Sunday, October 22, 2006

The Great Conjurer

Kafka awoke one day to find himself in a play . . . The Great Conjurer is about the greatest magic trick of all--turning a blank page into story--and the toll that boundless creativity has on a bounded man.

Reviewed by Aaron Riccio

Writers make for good characters: they’re tortured, twisted, and vicariously fragmented people. Christine Simpson’s new play, The Great Conjurer takes one of our most irregular writers, Franz Kafka, and shows, under the expert, smooth direction of Kevin Bartlett, how to enhance a traditional play with the use of classic and contemporary flair. For example, masks are used to make Kafka’s family, S, M, and F (sister, mother, and father) seem like the fictions, and stylized movements (choreographed by Wendy Seyb) give life to the internal struggle between a man’s art and a man’s love. As for Kafka, he is split into three characters: K, the man; N, the narrator (who cites from Kafka’s fictions and letters); and G, the creative “bug”—or Mr. Samsa himself—sent to physically pull K away from the real world. Set loose simultaneously, they overlap one another, building momentum in a surge of creativity until K is no more than an amanuensis for his crazed thoughts.

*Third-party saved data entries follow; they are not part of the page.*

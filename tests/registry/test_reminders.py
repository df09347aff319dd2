"""send_reminders: who is mailed, what the mail says, and that a reminder goes out once a day.

The clock is frozen with time-machine and mail goes to Django's test outbox.
"""
from __future__ import annotations

import datetime
import smtplib
from collections.abc import Iterator, Sequence
from dataclasses import dataclass
from io import StringIO

import pytest
import time_machine
from django.core import mail
from django.core.mail.backends import locmem
from django.core.mail.message import EmailMessage
from django.core.management import CommandError, call_command
from django.db import connection
from django.test.utils import CaptureQueriesContext
from pytest_django.fixtures import Settings

from registry.models import Person, SentReminder
from registry.services.reminders import reminders_due
from tests import factories

pytestmark = pytest.mark.django_db

TODAY = datetime.date(2031, 3, 10)


def days(offset: int) -> datetime.date:
    return TODAY + datetime.timedelta(days=offset)


@pytest.fixture
def clock() -> Iterator[time_machine.Coordinates]:
    with time_machine.travel(datetime.datetime(2031, 3, 10, 6, 30, tzinfo=datetime.UTC), tick=False) as traveller:
        yield traveller


@dataclass
class World:
    lso: Person
    supervisor: Person
    expiring: Person
    expired: Person
    no_address: Person


def person(username: str, **fields: object) -> Person:
    return factories.PersonFactory.create(user__username=username, **fields)


@pytest.fixture
def world(clock: time_machine.Coordinates) -> World:
    lso = person("officer", role="lso", research_group=None)
    supervisor = person("head", role="researcher")
    expiring = person("expiring", supervisor=supervisor)
    expired = person("expired", supervisor=supervisor)
    no_address = person("no-address", supervisor=supervisor, user__email="")
    factories.TrainingRecordFactory.create(person=expiring, completed_on=days(-355), valid_until=days(10))
    factories.TrainingRecordFactory.create(
        person=expiring, course="equipment", laser=factories.LaserFactory.create(asset_tag="AMP-7"),
        title="Amplifier hands-on", completed_on=days(-340), valid_until=days(25))
    factories.TrainingRecordFactory.create(person=expired, completed_on=days(-370), valid_until=days(-5))
    factories.TrainingRecordFactory.create(person=no_address, completed_on=days(-360), valid_until=days(3))
    # Not reminded: training valid for months, training renewed by a refresher, an account that was closed.
    factories.TrainingRecordFactory.create(person=person("current", supervisor=supervisor), valid_until=days(100))
    renewed = person("renewed", supervisor=supervisor)
    factories.TrainingRecordFactory.create(person=renewed, completed_on=days(-400), valid_until=days(-40))
    factories.TrainingRecordFactory.create(person=renewed, course="refresher", title="Refresher",
                                           completed_on=days(-41), valid_until=days(320))
    departed = person("departed", supervisor=supervisor, user__is_active=False)
    factories.TrainingRecordFactory.create(person=departed, completed_on=days(-360), valid_until=days(2))
    return World(lso=lso, supervisor=supervisor, expiring=expiring, expired=expired, no_address=no_address)


def send(*args: str) -> tuple[str, str]:
    out, err = StringIO(), StringIO()
    call_command("send_reminders", *args, stdout=out, stderr=err)
    return out.getvalue(), err.getvalue()


def outbox_by_address() -> dict[str, EmailMessage]:
    assert all(len(message.to) == 1 for message in mail.outbox)
    return {message.to[0]: message for message in mail.outbox}


def test_people_with_training_due_their_supervisor_and_the_lso_are_mailed(world: World) -> None:
    out, err = send()
    messages = outbox_by_address()
    assert set(messages) == {"expiring@campus.example", "expired@campus.example", "head@campus.example",
                             "officer@campus.example"}
    own = messages["expiring@campus.example"]
    assert own.subject == "Laser safety training to renew"
    assert "  - Laser safety induction (general laser safety): valid until 2031-03-20 (in 10 days)" in own.body
    assert "  - Amplifier hands-on (equipment-specific, AMP-7): valid until 2031-04-04 (in 25 days)" in own.body
    assert "valid until 2031-03-05 (5 days ago)" in messages["expired@campus.example"].body
    supervisor = messages["head@campus.example"].body
    listed = [line.removeprefix("  - ").split(":")[0] for line in supervisor.splitlines() if line.startswith("  - ")]
    # Not the supervisees whose training is current or renewed, nor the one whose account was closed.
    assert sorted(listed) == sorted(map(str, [world.expiring, world.expiring, world.expired, world.no_address]))
    assert messages["officer@campus.example"].subject == "Laser register digest for 2031-03-10"

    sent = SentReminder.objects.order_by("kind", "recipient__user__username")
    assert [(row.kind, row.recipient.user.username, row.sent_on) for row in sent] == [
        ("digest", "officer", TODAY), ("supervisees", "head", TODAY), ("training", "expired", TODAY),
        ("training", "expiring", TODAY)]
    assert sent.get(recipient=world.expiring).body == own.body
    assert out == ("2031-03-10: training reminders 2, to supervisors 1, digests 1; sent already that day 0; "
                   "without an e-mail address 1.\n")
    assert err == f"  no e-mail address: {world.no_address} (no-address)\n"


def test_a_second_run_the_same_day_sends_nothing_and_the_next_day_sends_again(
        world: World, clock: time_machine.Coordinates) -> None:
    send()
    assert len(mail.outbox) == 4
    out, _ = send()
    assert len(mail.outbox) == 4
    assert SentReminder.objects.count() == 4
    assert "sent already that day 4" in out

    clock.shift(datetime.timedelta(days=1))
    send()
    assert len(mail.outbox) == 8
    assert SentReminder.objects.filter(sent_on=days(1)).count() == 4
    assert "valid until 2031-03-20 (in 9 days)" in outbox_by_address()["expiring@campus.example"].body


def test_the_today_option_reminds_as_of_that_day(world: World) -> None:
    send("--today", "2031-05-01")
    assert SentReminder.objects.filter(sent_on=datetime.date(2031, 5, 1)).count() == 4
    assert "valid until 2031-03-20 (42 days ago)" in outbox_by_address()["expiring@campus.example"].body


class RefusingBackend(locmem.EmailBackend):
    """A mail server that refuses one mailbox and delivers the rest to the test outbox."""

    refused = "expired@campus.example"

    def send_messages(self, email_messages: Sequence[EmailMessage]) -> int:
        for message in email_messages:
            if self.refused in message.to:
                raise smtplib.SMTPRecipientsRefused({self.refused: (550, b"mailbox unavailable")})
        return super().send_messages(email_messages)


def test_a_refused_reminder_is_not_recorded_and_the_next_run_sends_it(world: World, settings: Settings) -> None:
    settings.EMAIL_BACKEND = f"{__name__}.RefusingBackend"
    err = StringIO()
    with pytest.raises(CommandError, match="1 reminders could not be sent; the next run tries them again."):
        call_command("send_reminders", stdout=StringIO(), stderr=err)
    assert f"not sent to {world.expired} (expired): SMTPRecipientsRefused" in err.getvalue()
    assert not SentReminder.objects.filter(recipient=world.expired).exists()
    assert SentReminder.objects.count() == 3

    settings.EMAIL_BACKEND = "django.core.mail.backends.locmem.EmailBackend"
    out, _ = send()
    assert [message.to for message in mail.outbox[-1:]] == [["expired@campus.example"]]
    assert SentReminder.objects.filter(recipient=world.expired).count() == 1
    assert "training reminders 1, to supervisors 0, digests 0; sent already that day 3" in out


def test_the_digest_lists_everything_due_and_nothing_else(world: World) -> None:
    room = factories.LocationFactory.create(building="Kestrel Building", room="0.14")
    laser = factories.LaserFactory.create(asset_tag="DIG-1", labelled_class="4", location=room)
    decided = {"status": "approved", "decided_by": world.lso, "decided_at": datetime.datetime(2030, 3, 1, tzinfo=datetime.UTC)}
    factories.AuthorizationFactory.create(person=world.expiring, laser=laser, valid_until=days(15), **decided)
    factories.AuthorizationFactory.create(person=world.expired, laser=laser, valid_until=days(60), **decided)
    audit = factories.AuditFactory.create(reference="AUD-9", location=room, auditor=world.lso)
    overdue = factories.FindingFactory.create(audit=audit, description="Beam dump missing on the second table.",
                                              due_on=days(-3))
    factories.FindingFactory.create(audit=audit, description="Curtain torn.", due_on=days(5))
    factories.FindingFactory.create(audit=audit, description="Sign faded.", due_on=days(-30), status="closed",
                                    closed_on=days(-31), closed_by=world.lso, closure_evidence="New sign posted.")
    approved = {"status": "approved", "approved_on": days(-300), "approved_by": world.lso}
    factories.SOPFactory.create(laser=laser, title="Amplifier operation", version=1, review_due=days(7), **approved)
    factories.SOPFactory.create(laser=laser, title="Amplifier draft", version=2, review_due=days(-7))
    factories.EyewearFactory.create(inventory_tag="EW-OLD", location=room, last_inspected_on=days(-213))
    factories.EyewearFactory.create(inventory_tag="EW-NEW", location=room, last_inspected_on=days(-60))
    factories.EyewearFactory.create(inventory_tag="EW-NONE", location=room, last_inspected_on=None)

    send()
    digest = outbox_by_address()["officer@campus.example"].body
    assert "Training expired or expiring (4)" in digest
    assert f"  - {world.expired}: Laser safety induction (general laser safety), valid until 2031-03-05 (5 days ago)" \
        in digest
    assert f"Authorizations lapsing (1)\n  - {world.expiring} on DIG-1: valid until 2031-03-25 (in 15 days)\n" in digest
    # Two rooms hold class 3B or 4 lasers (the factories' AMP-7 and DIG-1) and neither was ever audited.
    assert "Rooms due for audit (2)" in digest
    assert "  - Kestrel Building 0.14: never audited; planned as AUD-9 on 2031-03-10" in digest
    assert ("Findings past their due date (1)\n  - AUD-9, minor: Beam dump missing on the second table. "
            f"(action owner {overdue.owner}, due 2031-03-07 (3 days ago))") in digest
    assert "SOP reviews due (1)\n  - DIG-1 Amplifier operation v1: review due 2031-03-17 (in 7 days)\n" in digest
    assert "Eyewear inspections due (2, every 6 months)" in digest
    assert "  - EW-NONE Test goggles in Kestrel Building 0.14: never inspected" in digest
    assert "  - EW-OLD Test goggles in Kestrel Building 0.14: last inspected 2030-08-09, due 2031-02-09 (29 days ago)" \
        in digest
    assert "EW-NEW" not in digest
    assert f"no e-mail address (1)\n  - {world.no_address} (no-address)" in digest


def test_no_digest_goes_out_when_nothing_is_due(clock: time_machine.Coordinates) -> None:
    person("officer", role="lso", research_group=None)
    factories.TrainingRecordFactory.create(person=person("current"), valid_until=days(100))
    out, _ = send()
    assert mail.outbox == []
    assert not SentReminder.objects.exists()
    assert out.startswith("2031-03-10: training reminders 0, to supervisors 0, digests 0;")


def test_the_eyewear_interval_is_a_setting(world: World, settings: Settings) -> None:
    room = factories.LocationFactory.create(building="Marlow Hall", room="2.10")
    factories.EyewearFactory.create(inventory_tag="EW-YEAR", location=room, last_inspected_on=days(-300))
    settings.EYEWEAR_INSPECTION_MONTHS = 12
    send()
    assert "EW-YEAR" not in outbox_by_address()["officer@campus.example"].body
    settings.EYEWEAR_INSPECTION_MONTHS = 9
    send("--today", "2031-03-11")
    assert "EW-YEAR Test goggles in Marlow Hall 2.10: last inspected 2030-05-14, due 2031-02-14" in \
        mail.outbox[-1].body


@pytest.mark.parametrize("copies", [1, 3])
def test_writing_the_days_reminders_costs_the_same_queries_however_many_are_due(
        clock: time_machine.Coordinates, copies: int) -> None:
    lso = person("officer", role="lso", research_group=None)
    for number in range(copies):
        supervisor = person(f"head{number}", role="researcher")
        trainee = person(f"trainee{number}", supervisor=supervisor)
        factories.TrainingRecordFactory.create(person=trainee, completed_on=days(-360), valid_until=days(-1))
        laser = factories.LaserFactory.create()
        factories.TrainingRecordFactory.create(person=trainee, course="equipment", laser=laser,
                                               completed_on=days(-300), valid_until=days(4))
        factories.AuthorizationFactory.create(person=trainee, laser=laser, valid_until=days(3), status="approved",
                                              decided_by=lso, decided_at=datetime.datetime(2030, 1, 1,
                                                                                           tzinfo=datetime.UTC))
        factories.FindingFactory.create(audit__auditor=lso, due_on=days(-2))
        factories.SOPFactory.create(laser=laser, status="approved", approved_on=days(-100), approved_by=lso,
                                    review_due=days(1))
        factories.EyewearFactory.create(last_inspected_on=None)
    with CaptureQueriesContext(connection) as queries:
        reminders, _ = reminders_due(today=TODAY)
    assert len(reminders) == 2 * copies + 1
    # Training records (with person, account, supervisor and laser); authorizations; audits due: the rooms
    # and their audits (2); overdue findings; SOP reviews; eyewear; the LSOs.
    assert len(queries) == 8


def test_an_address_that_is_no_e_mail_address_is_reported_and_not_recorded(clock: time_machine.Coordinates) -> None:
    typo = person("typo", user__email="typo at campus.example")
    factories.TrainingRecordFactory.create(person=typo, completed_on=days(-360), valid_until=days(3))
    err = StringIO()
    with pytest.raises(CommandError, match="1 reminders could not be sent"):
        call_command("send_reminders", stdout=StringIO(), stderr=err)
    assert err.getvalue() == f"  not sent to {typo} (typo): Enter a valid email address.\n"
    assert mail.outbox == []
    assert not SentReminder.objects.exists()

In this, The Great Conjurer brings to mind both the anguished writers of Chekhov’s The Seagull and Shakespeare’s conflicted Hamlet. K is a man of constant soliloquies, and at one point, when pondering how to release the worlds within him without tearing himself apart, goes so far as to say “That is the question.” The show is also littered with great lines (beyond the excerpted ones): “There is never enough time for endless hesitation.” The only ambiguous choice is the use of classical music to underscore the work. The music is quaint and sobering: it goes too far. It also causes some confusion to the director’s otherwise-brilliant set design: if the foreground is the real world and the background is the imaginary one (a solitary tree and a blackboard sit behind three transparent scrims), what do the musicians (who sit at the top of a staircase in the furthest recesses of the stage) represent?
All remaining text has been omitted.